▶ [Activity]: Return all of the lines below exactly as they are.

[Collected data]
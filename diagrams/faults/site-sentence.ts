import type { Circuit } from '../document/circuit-schema'
import { siteName } from '../document/sites'
import type { Outcome, SiteAnswer } from './answer'
import { modeNoun } from './fault-words'
import { aboutOhms, capital, listWords, percentWords, readingNames } from './value-words'

/** Modes rarer than this are not named. */
const leastMode = 0.005
const mostModes = 3
const withdrawnBy: Partial<Record<Outcome, string>> = {
  'cannot-be': ' Nothing is proved good while a reading fits no fault.',
  'two-faults': ' Nothing is proved good while there are two faults.',
}

/**
 * How one place stands and why: "F14 proved good by R2, if there is one fault and no reading is wrong.",
 * "C12 cavity 3 in question, 41 % likely: open 30 %, bad joint 11 %."
 */
export function siteSentence(
  circuit: Circuit,
  readings: readonly { id: string }[],
  outcome: Outcome,
  site: Omit<SiteAnswer, 'says'>,
): string {
  const name = capital(keptName(circuit, site.site))
  if (readings.length === 0) return `${name}: no reading yet.`
  if (site.verdict === 'proved-good') {
    if (site.clearedBy.length === 0) return `${name} proved good: no fault of it would show in this circuit.`
    const by = listWords(readingNames(readings, site.clearedBy))
    return site.firm
      ? `${name} proved good by ${by}, if there is one fault. It holds with any one reading left out.`
      : `${name} proved good by ${by}, if there is one fault and no reading is wrong.`
  }
  const withdrawn = withdrawnBy[outcome] ?? ''
  const modes = modesWords(circuit, site)
  const ways = modes ? `: ${modes}` : ''
  if (site.verdict === 'faulty') return `${name} faulty, ${percentWords(site.probability)} likely${ways}.`
  return `${name} in question, ${percentWords(site.probability)} likely${ways}.${withdrawn}`
}

function modesWords(circuit: Circuit, site: Omit<SiteAnswer, 'says'>): string {
  // Where it may as well be open, how bad the joint is nobody knows.
  const open = site.modes.find((mode) => mode.mode === 'open')?.probability ?? 0
  const known = open < 0.1 * site.probability
  return site.modes
    .filter((mode) => mode.probability > leastMode)
    .slice(0, mostModes)
    .map((mode) => {
      const about =
        mode.ohms === null || mode.mode !== 'resistive' || !known ? '' : ` of ${aboutOhms(mode.ohms)}`
      return `${modeNoun(circuit, site.site, mode.mode)}${about} ${percentWords(mode.probability)}`
    })
    .join(', ')
}

/** Names of places by circuit: asked for every place with every reading, of a document that does not change. */
const namesByCircuit = new WeakMap<Circuit, Map<string, string>>()

function keptName(circuit: Circuit, site: string): string {
  let names = namesByCircuit.get(circuit)
  if (!names) namesByCircuit.set(circuit, (names = new Map()))
  let name = names.get(site)
  if (name === undefined) names.set(site, (name = siteName(circuit, site)))
  return name
}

▶ [Response to the task]:
filename diagrams/faults/site-sentence.ts
import type { Circuit } from '../document/circuit-schema'
import { siteName } from '../document/sites'
import type { Outcome, SiteAnswer } from './answer'
import { modeNoun } from './fault-words'
import { aboutOhms, capital, listWords, percentWords, readingNames } from './value-words'

/** Modes rarer than this are not named. */
const leastMode = 0.005
const mostModes = 3
const withdrawnBy: Partial<Record<Outcome, string>> = {
  'cannot-be': ' Nothing is proved good while a reading fits no fault.',
  'two-faults': ' Nothing is proved good while there are two faults.',
}

/**
 * How one place stands and why: "F14 proved good by R2, if there is one fault and no reading is wrong.",
 * "C12 cavity 3 in question, 41 % likely: open 30 %, bad joint 11 %."
 */
export function siteSentence(
  circuit: Circuit,
  readings: readonly { id: string }[],
  outcome: Outcome,
  site: Omit<SiteAnswer, 'says'>,
): string {
  const name = capital(keptName(circuit, site.site))
  if (readings.length === 0) return `${name}: no reading yet.`
  if (site.verdict === 'proved-good') {
    if (site.clearedBy.length === 0) return `${name} proved good: no fault of it would show in this circuit.`
    const by = listWords(readingNames(readings, site.clearedBy))
    return site.firm
      ? `${name} proved good by ${by}, if there is one fault. It holds with any one reading left out.`
      : `${name} proved good by ${by}, if there is one fault and no reading is wrong.`
  }
  const withdrawn = withdrawnBy[outcome] ?? ''
  const modes = modesWords(circuit, site)
  const ways = modes ? `: ${modes}` : ''
  if (site.verdict === 'faulty') return `${name} faulty, ${percentWords(site.probability)} likely${ways}.`
  return `${name} in question, ${percentWords(site.probability)} likely${ways}.${withdrawn}`
}

function modesWords(circuit: Circuit, site: Omit<SiteAnswer, 'says'>): string {
  // Where it may as well be open, how bad the joint is nobody knows.
  const open = site.modes.find((mode) => mode.mode === 'open')?.probability ?? 0
  const known = open < 0.1 * site.probability
  return site.modes
    .filter((mode) => mode.probability > leastMode)
    .slice(0, mostModes)
    .map((mode) => {
      const about =
        mode.ohms === null || mode.mode !== 'resistive' || !known ? '' : ` of ${aboutOhms(mode.ohms)}`
      return `${modeNoun(circuit, site.site, mode.mode)}${about} ${percentWords(mode.probability)}`
    })
    .join(', ')
}

/** Names of places by circuit: asked for every place with every reading, of a document that does not change. */
const namesByCircuit = new WeakMap<Circuit, Map<string, string>>()

function keptName(circuit: Circuit, site: string): string {
  let names = namesByCircuit.get(circuit)
  if (!names) namesByCircuit.set(circuit, (names = new Map()))
  let name = names.get(site)
  if (name === undefined) names.set(site, (name = siteName(circuit, site)))
  return name
}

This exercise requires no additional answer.